The essay is interesting because it is prototypical of people who can’t learn from experience.  For example, when Ms. Ephron reviewed the situations in which she mistreated Uber drivers, she spun each incident to show that her behavior should be understood in terms of the circumstances—the driver’s poor performance—and not in terms of her personality.  Perhaps situational explanations are the last refuge of both neurotics and social psychologists?

In addition, although the situations changed, she behaved the same way in each of them:  she complained, she nagged and micro-managed the drivers, she lost her temper, and she broadcast her unhappiness to the world.  Positive behavior may or may not be consistent across situations, but negative behavior certainly is.  And the types of negative behaviors she displayed fit the typology defined by the Hogan Development Survey (HDS), an inventory of the maladaptive behaviors that occur when people are dealing with others with less power and think no one important is watching them.

All her actions had a manipulative intent—Ms. Ephron wanted to compel a fractious driver to obey her.  Her behaviors were tactical in that they gave her short term, one off wins—she got her way; but the behaviors become counterproductive when she has to deal with the same people repeatedly—or when she is dealing with NYC Uber drivers.  Strategic players carefully control what Irving Goffman called “their leaky channels”, the behavioral displays that provide information regarding a player’s character or real self.  The tactical Ms. Ephron seems unable to control her leaky channels.

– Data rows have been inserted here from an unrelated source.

import { Decimal, type DecimalInput, dec } from './decimal';
import { MetrologyInputError } from './errors';

/** A vessel material and its cubic (volume) thermal expansion coefficient gamma, with where the value comes from. */
export interface VesselMaterial {
  readonly id: string;
  readonly name: string;
  /** Cubic expansion coefficient, 1/K, as a decimal string. */
  readonly expansionCoefficientPerK: string;
  readonly source: string;
}

/*
 * gamma = 3 alpha for an isotropic solid (alpha the linear coefficient). Glass values
 * are the nominal ones of the glass type; plastics vary by grade, so their rows are
 * representative values inside the published spread, and the manufacturer's figure
 * should be entered as expansionCoefficientPerK when it is known.
 */
export const VESSEL_MATERIALS: readonly VesselMaterial[] = [
  {
    id: 'borosilicate-3-3',
    name: 'Borosilicate glass 3.3',
    expansionCoefficientPerK: '9.9e-6',
    source:
      "ISO 3585 glass type: mean linear expansion alpha(20-300 °C) = 3.3e-6 /K (DIN 52328 figure in glass makers' data sheets); gamma = 3 alpha",
  },
  {
    id: 'borosilicate-5-0',
    name: 'Borosilicate glass 5.0',
    expansionCoefficientPerK: '15e-6',
    source:
      'common practice: the type designation "5.0" is its nominal linear alpha = 5.0e-6 /K; gamma = 3 alpha (not checked against the standard text)',
  },
  {
    id: 'soda-lime',
    name: 'Soda-lime glass',
    expansionCoefficientPerK: '27e-6',
    source:
      'linear alpha = 9.1e-6 /K quoted by a laboratory-glass maker when comparing with borosilicate 3.3; gamma = 3 alpha = 27.3e-6, rounded',
  },
  {
    id: 'polypropylene',
    name: 'Polypropylene (PP)',
    expansionCoefficientPerK: '300e-6',
    source:
      "representative: published linear alpha 81-100e-6 /K (plastics property tables) and 100-150e-6 /K (moulders' data); gamma = 3 x 100e-6",
  },
  {
    id: 'polymethylpentene',
    name: 'Polymethylpentene (PMP, TPX)',
    expansionCoefficientPerK: '350e-6',
    source: 'representative: published linear alpha 117e-6 /K and 120e-6 /K (material data pages); gamma = 3 x 117e-6, rounded',
  },
  {
    id: 'polystyrene',
    name: 'Polystyrene (PS)',
    expansionCoefficientPerK: '210e-6',
    source: 'representative: published linear alpha 50-83e-6 /K (plastics property tables); gamma = 3 x 70e-6',
  },
];

const BY_ID = new Map(VESSEL_MATERIALS.map((m) => [m.id, m]));

/** The table row for a material id, or undefined. */
export function findMaterial(id: string): VesselMaterial | undefined {
  return BY_ID.get(id);
}

export interface ExpansionCoefficient {
  readonly expansionCoefficientPerK: Decimal;
  /** The material id when the value came from the table. */
  readonly materialId?: string;
  readonly source: string;
}

/**
 * Resolves the cubic expansion coefficient from exactly one of: a material id from
 * the table, or an explicit value in 1/K (e.g. from the vessel maker). Refuses both
 * or neither, unknown ids, and negative or implausibly large values (> 1e-3 /K).
 */
export function resolveExpansionCoefficient(input: {
  readonly material?: string;
  readonly expansionCoefficientPerK?: DecimalInput;
}): ExpansionCoefficient {
  const hasMaterial = input.material !== undefined;
  const hasValue = input.expansionCoefficientPerK !== undefined;
  if (hasMaterial === hasValue) {
    throw new MetrologyInputError('material', 'give either a material or an expansionCoefficientPerK, exactly one');
  }
  if (input.material !== undefined) {
    const row = BY_ID.get(input.material);
    if (!row) {
      throw new MetrologyInputError('material', `is unknown; known: ${VESSEL_MATERIALS.map((m) => m.id).join(', ')}`);
    }
    return { expansionCoefficientPerK: new Decimal(row.expansionCoefficientPerK), materialId: row.id, source: row.source };
  }
  const gamma = dec(input.expansionCoefficientPerK as DecimalInput, 'expansionCoefficientPerK');
  if (gamma.lessThan(0) || gamma.greaterThan('1e-3')) {
    throw new MetrologyInputError('expansionCoefficientPerK', 'must be between 0 and 1e-3 /K (a cubic coefficient)', {
      min: '0',
      max: '1e-3',
      unit: '1/K',
    });
  }
  return { expansionCoefficientPerK: gamma, source: 'entered value' };
}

It was also interesting to learn that, although Ms. Ephron has been in psychotherapy for years, the way she mistreats “little people” seemingly never came up. This highlights the difference between intrapsychic and interpersonal theories of personality.   From an intrapsychic perspective, emotional distress creates problems in relationships; fix the emotional problems and the relationships will take care of themselves.  From an interpersonal perspective, problems in relationships create emotional distress—fix the relationships (behave better) and the emotional problems will take care of themselves.  In the first model, intrapsychic issues disrupt relationships; in the second model, disrupted relationships cause intrapsychic issues.

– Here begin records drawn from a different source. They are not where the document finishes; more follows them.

import { Decimal } from './decimal';

/**
 * Maximum permissible errors (MPE, "tolerances") of volumetric ware, by standard.
 *
 * Every table names its standard, edition and table/clause. `verification`
 * says, per accuracy class, whether the numbers were checked against a
 * published copy during development (`checked`, with `checkedAgainst`) or are
 * transcribed from memory of the standard (`from-memory`) and must be checked
 * against the standard before a laboratory relies on them. A row flagged
 * `fromMemory` is from memory even inside a checked table (ISO 385 and
 * ISO 8655-2 have only one checked row each).
 *
 * Values are ± mL at the nominal volume, as decimal strings. Sizes that are not
 * in a table have no limit here: nothing is interpolated.
 */

export type VesselKind =
  | 'volumetric-flask'
  | 'one-mark-pipette'
  | 'graduated-pipette'
  | 'burette'
  | 'graduated-cylinder'
  | 'piston-pipette-fixed'
  | 'piston-pipette-variable'
  | 'other';

export const VESSEL_KINDS: readonly VesselKind[] = [
  'volumetric-flask',
  'one-mark-pipette',
  'graduated-pipette',
  'burette',
  'graduated-cylinder',
  'piston-pipette-fixed',
  'piston-pipette-variable',
  'other',
];

export type AccuracyClass = 'A' | 'AS' | 'B' | 'none';
export const ACCURACY_CLASSES: readonly AccuracyClass[] = ['A', 'AS', 'B', 'none'];

export type StandardFamily = 'ISO' | 'ASTM' | 'USP';
export type Verification = 'checked' | 'from-memory';

type ByClass = Readonly<Partial<Record<AccuracyClass, string>>>;

export interface ToleranceRow {
  readonly nominalMl: string;
  /** Systematic (or overall) MPE, ± mL, by class. */
  readonly limitMl: ByClass;
  /** Random-error limit (a standard deviation), mL, by class — piston pipettes only. */
  readonly randomLimitMl?: ByClass;
  readonly fromMemory?: true;
}

export interface ToleranceTable {
  readonly id: string;
  readonly family: StandardFamily;
  readonly standard: string;
  readonly table: string;
  readonly title: string;
  readonly kinds: readonly VesselKind[];
  readonly classes: readonly AccuracyClass[];
  readonly verification: Readonly<Partial<Record<AccuracyClass, Verification>>>;
  readonly checkedAgainst?: string;
  readonly note?: string;
  readonly rows: readonly ToleranceRow[];
}

/** Rows where class A and AS share one limit (ISO: AS differs from A only in delivery time). */
const aAsB = (nominalMl: string, a: string, b: string, fromMemory?: true): ToleranceRow => ({
  nominalMl,
  limitMl: { A: a, AS: a, B: b },
  ...(fromMemory ? { fromMemory } : {}),
});
const aB = (nominalMl: string, a: string, b: string, fromMemory?: true): ToleranceRow => ({
  nominalMl,
  limitMl: { A: a, B: b },
  ...(fromMemory ? { fromMemory } : {}),
});

/** ISO 8655-2 rows are published in µL; stored here in mL. */
const ul = (v: string): string => new Decimal(v).div(1000).toFixed();
const piston = (nominalUl: string, systematicUl: string, randomUl: string, fromMemory?: true): ToleranceRow => ({
  nominalMl: ul(nominalUl),
  limitMl: { none: ul(systematicUl) },
  randomLimitMl: { none: ul(randomUl) },
  ...(fromMemory ? { fromMemory } : {}),
});

export const TOLERANCE_TABLES: readonly ToleranceTable[] = [
  {
    id: 'iso-1042-1998',
    family: 'ISO',
    standard: 'ISO 1042:1998',
    table: 'Table 1 (limits of volumetric error)',
    title: 'One-mark volumetric flasks',
    kinds: ['volumetric-flask'],
    classes: ['A', 'B'],
    verification: { A: 'checked', B: 'from-memory' },
    checkedAgainst:
      'Class A: identical limits in the German Eichordnung, Anlage 12 "Volumenmessgeräte für Laboratoriumszwecke", 3.2 (Messkolben), umwelt-online copy. Class B: from memory (twice class A).',
    rows: [
      aB('1', '0.025', '0.05'),
      aB('2', '0.025', '0.05'),
      aB('5', '0.025', '0.05'),
      aB('10', '0.025', '0.05'),
      aB('20', '0.04', '0.08'),
      aB('25', '0.04', '0.08'),
      aB('50', '0.06', '0.12'),
      aB('100', '0.10', '0.20'),
      aB('200', '0.15', '0.30'),
      aB('250', '0.15', '0.30'),
      aB('500', '0.25', '0.50'),
      aB('1000', '0.4', '0.8'),
      aB('2000', '0.6', '1.2'),
      aB('5000', '1.2', '2.4'),
    ],
  },
  {
    id: 'iso-648-2008',
    family: 'ISO',
    standard: 'ISO 648:2008',
    table: 'Table 1 (maximum permissible errors)',
    title: 'Single-volume (one-mark) pipettes',
    kinds: ['one-mark-pipette'],
    classes: ['A', 'AS', 'B'],
    verification: { A: 'from-memory', AS: 'from-memory', B: 'from-memory' },
    note: 'From memory: check every row against ISO 648:2008 before relying on it.',
    rows: [
      aAsB('0.5', '0.005', '0.010'),
      aAsB('1', '0.008', '0.015'),
      aAsB('2', '0.010', '0.020'),
      aAsB('5', '0.015', '0.030'),
      aAsB('10', '0.020', '0.040'),
      aAsB('20', '0.030', '0.060'),
      aAsB('25', '0.030', '0.060'),
      aAsB('50', '0.050', '0.100'),
      aAsB('100', '0.080', '0.150'),
      aAsB('200', '0.100', '0.200'),
    ],
  },
  {
    id: 'iso-835-2007',
    family: 'ISO',
    standard: 'ISO 835:2007',
    table: 'Table 1 (maximum permissible errors)',
    title: 'Graduated pipettes',
    kinds: ['graduated-pipette'],
    classes: ['A', 'AS', 'B'],
    verification: { A: 'from-memory', AS: 'from-memory', B: 'from-memory' },
    note: 'From memory: check against ISO 835:2007. The MPE applies at any graduation and to the difference between any two.',
    rows: [
      aAsB('1', '0.006', '0.010'),
      aAsB('2', '0.010', '0.020'),
      aAsB('5', '0.030', '0.050'),
      aAsB('10', '0.050', '0.100'),
      aAsB('25', '0.100', '0.200'),
    ],
  },
  {
    id: 'iso-385-2005',
    family: 'ISO',
    standard: 'ISO 385:2005',
    table: 'Table 1 (maximum permissible errors)',
    title: 'Burettes',
    kinds: ['burette'],
    classes: ['A', 'AS', 'B'],
    verification: { A: 'checked', AS: 'checked', B: 'checked' },
    checkedAgainst:
      '50 mL row only (A/AS ±0.05, B ±0.10): niito.kz "Burette accuracy: Class A vs Class B" (a supplier page citing ISO 385).',
    note: 'The MPE applies at any point of the scale and to the difference between any two points.',
    rows: [
      aAsB('10', '0.02', '0.05', true),
      aAsB('25', '0.03', '0.05', true),
      aAsB('50', '0.05', '0.10'),
      aAsB('100', '0.10', '0.20', true),
    ],
  },
  {
    id: 'iso-4788-2005',
    family: 'ISO',
    standard: 'ISO 4788:2005',
    table: 'Table 1 (maximum permissible errors)',
    title: 'Graduated measuring cylinders',
    kinds: ['graduated-cylinder'],
    classes: ['A', 'B'],
    verification: { A: 'from-memory', B: 'from-memory' },
    note: 'From memory (class A ≈ half the smallest scale division). ISO 4788 clause 7 (checked, lateststandardsdownload.com excerpt): the errors are the MPE at any point on the scale and the maximum difference between the errors at any two points.',
    rows: [
      aB('5', '0.05', '0.1'),
      aB('10', '0.1', '0.2'),
      aB('25', '0.25', '0.5'),
      aB('50', '0.5', '1.0'),
      aB('100', '0.5', '1.0'),
      aB('250', '1.0', '2.0'),
      aB('500', '2.5', '5.0'),
      aB('1000', '5.0', '10.0'),
      aB('2000', '10', '20'),
    ],
  },
  {
    id: 'iso-8655-2-2002',
    family: 'ISO',
    standard: 'ISO 8655-2:2002',
    table: 'Table 1 (maximum permissible errors, air-displacement pipettes)',
    title: 'Piston pipettes, fixed and variable volume',
    kinds: ['piston-pipette-fixed', 'piston-pipette-variable'],
    classes: ['none'],
    verification: { none: 'checked' },
    checkedAgainst:
      '1000 µL row (±8 µL systematic, 3 µL random) and the rule that a variable pipette keeps the µL limits of its nominal volume at every selected volume (8 µL / 3 µL at 200 and 500 µL): TSI Journals 2019, "Calibration of micropipettes through gravimetric solution", Table 2.',
    note: 'Limits are those of the nominal volume; for a variable pipette the same µL limits apply at every selected volume. ISO 8655-2:2022 revised these limits: confirm the edition the laboratory works to.',
    rows: [
      piston('1', '0.05', '0.05', true),
      piston('2', '0.08', '0.04', true),
      piston('5', '0.125', '0.075', true),
      piston('10', '0.12', '0.08', true),
      piston('20', '0.2', '0.1', true),
      piston('50', '0.5', '0.2', true),
      piston('100', '0.8', '0.3', true),
      piston('200', '1.6', '0.6', true),
      piston('500', '4.0', '1.5', true),
      piston('1000', '8.0', '3.0'),
      piston('2000', '16', '6.0', true),
      piston('5000', '40', '15', true),
      piston('10000', '60', '30', true),
    ],
  },
  {
    id: 'astm-e288',
    family: 'ASTM',
    standard: 'ASTM E288',
    table: 'Table 1 (capacity tolerances)',
    title: 'Laboratory glass volumetric flasks',
    kinds: ['volumetric-flask'],
    classes: ['A', 'B'],
    verification: { A: 'checked', B: 'checked' },
    checkedAgainst:
      'Class A 25–1000 mL: socratic.org "How accurate is a volumetric flask" (class A table; it gives 0.15 mL at 500 mL). Class B = twice class A: ASTM E288 scope 1.1.2 (astm.org, E288-03 and E288-06 abstracts).',
    rows: [
      aB('10', '0.02', '0.04', true),
      aB('25', '0.03', '0.06'),
      aB('50', '0.05', '0.10'),
      aB('100', '0.08', '0.16'),
      aB('250', '0.12', '0.24'),
      aB('500', '0.15', '0.30'),
      aB('1000', '0.30', '0.60'),
      aB('2000', '0.50', '1.00', true),
    ],
  },
  {
    id: 'astm-e969',
    family: 'ASTM',
    standard: 'ASTM E969',
    table: 'Table 1 (capacity tolerances)',
    title: 'Glass volumetric (transfer) pipets',
    kinds: ['one-mark-pipette'],
    classes: ['A', 'B'],
    verification: { A: 'checked', B: 'checked' },
    checkedAgainst: 'R. B. Thompson, Illustrated Guide to Home Chemistry Experiments, Table 3-1 (pipette columns, class A and B).',
    rows: [
      aB('1', '0.006', '0.012'),
      aB('2', '0.006', '0.012', true),
      aB('5', '0.01', '0.02'),
      aB('10', '0.02', '0.04'),
      aB('25', '0.03', '0.06'),
      aB('50', '0.05', '0.10'),
      aB('100', '0.08', '0.16'),
    ],
  },
  {
    id: 'astm-e287',
    family: 'ASTM',
    standard: 'ASTM E287',
    table: 'Table 1 (volumetric tolerances)',
    title: 'Laboratory glass graduated burets',
    kinds: ['burette'],
    classes: ['A', 'B'],
    verification: { A: 'from-memory', B: 'from-memory' },
    checkedAgainst: 'Only the rule class B = twice class A: ASTM E287 scope 1.1.2 (aenor.com, E287-02(2019) abstract).',
    rows: [aB('10', '0.02', '0.04'), aB('25', '0.03', '0.06'), aB('50', '0.05', '0.10'), aB('100', '0.10', '0.20')],
  },
  {
    id: 'astm-e1272-02',
    family: 'ASTM',
    standard: 'ASTM E1272-02(2012)',
    table: 'Table 1 (dimensions and tolerances, to contain or to deliver)',
    title: 'Laboratory glass graduated cylinders',
    kinds: ['graduated-cylinder'],
    classes: ['A', 'B'],
    verification: { A: 'checked', B: 'checked' },
    checkedAgainst: 'ASTM E1272-02(2012) Table 1, normservis.cz copy (the 1000 mL row was cut off there and is left out).',
    rows: [
      aB('5', '0.05', '0.10'),
      aB('10', '0.10', '0.20'),
      aB('25', '0.17', '0.34'),
      aB('50', '0.25', '0.50'),
      aB('100', '0.50', '1.00'),
      aB('250', '1.00', '2.00'),
      aB('500', '2.00', '4.00'),
    ],
  },
  {
    id: 'usp-31-graduated-pipets',
    family: 'USP',
    standard: 'USP general chapter <31> Volumetric apparatus (USP 29)',
    table: 'Standards of accuracy, text',
    title: 'Measuring (graduated) pipets up to 10 mL',
    kinds: ['graduated-pipette'],
    classes: ['A'],
    verification: { A: 'checked' },
    checkedAgainst: 'USP 29 <31> text (uspbpep.com copy): "10, 20, and 30 µL for the 2-, 5-, and 10-mL sizes".',
    rows: [
      { nominalMl: '2', limitMl: { A: '0.010' } },
      { nominalMl: '5', limitMl: { A: '0.020' } },
      { nominalMl: '10', limitMl: { A: '0.030' } },
    ],
  },
];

As further evidence that Ms. Ephron lacks a strategic understanding of social behavior, she is surprised to learn that other people keep score of her behavior.  This means that she pays no attention to her reputation.  But her reputation is the best source of data other people have concerning how to deal with her.  She might not care about her reputation, but those who deal with her do.  All the data suggest that she will have the same reputation with hair dressers, psychotherapists, and purse repair people as she does with the Uber drivers of New York.

Finally, people flunk Uber the same way as they become unemployable and then flunk life—they flunk one interaction at a time.  After every interaction there is an accounting process, after which something is added to or subtracted from peoples’ reputations.  The score accumulates over time and at some point, the Uber drivers refuse to pick them up.  Ms. Ephron is a successful artist, and her success buys her a degree of idiosyncratic credit—she is allowed to misbehave in the artistic community—but there are consequences when she misbehaves in the larger community of ordinary actors.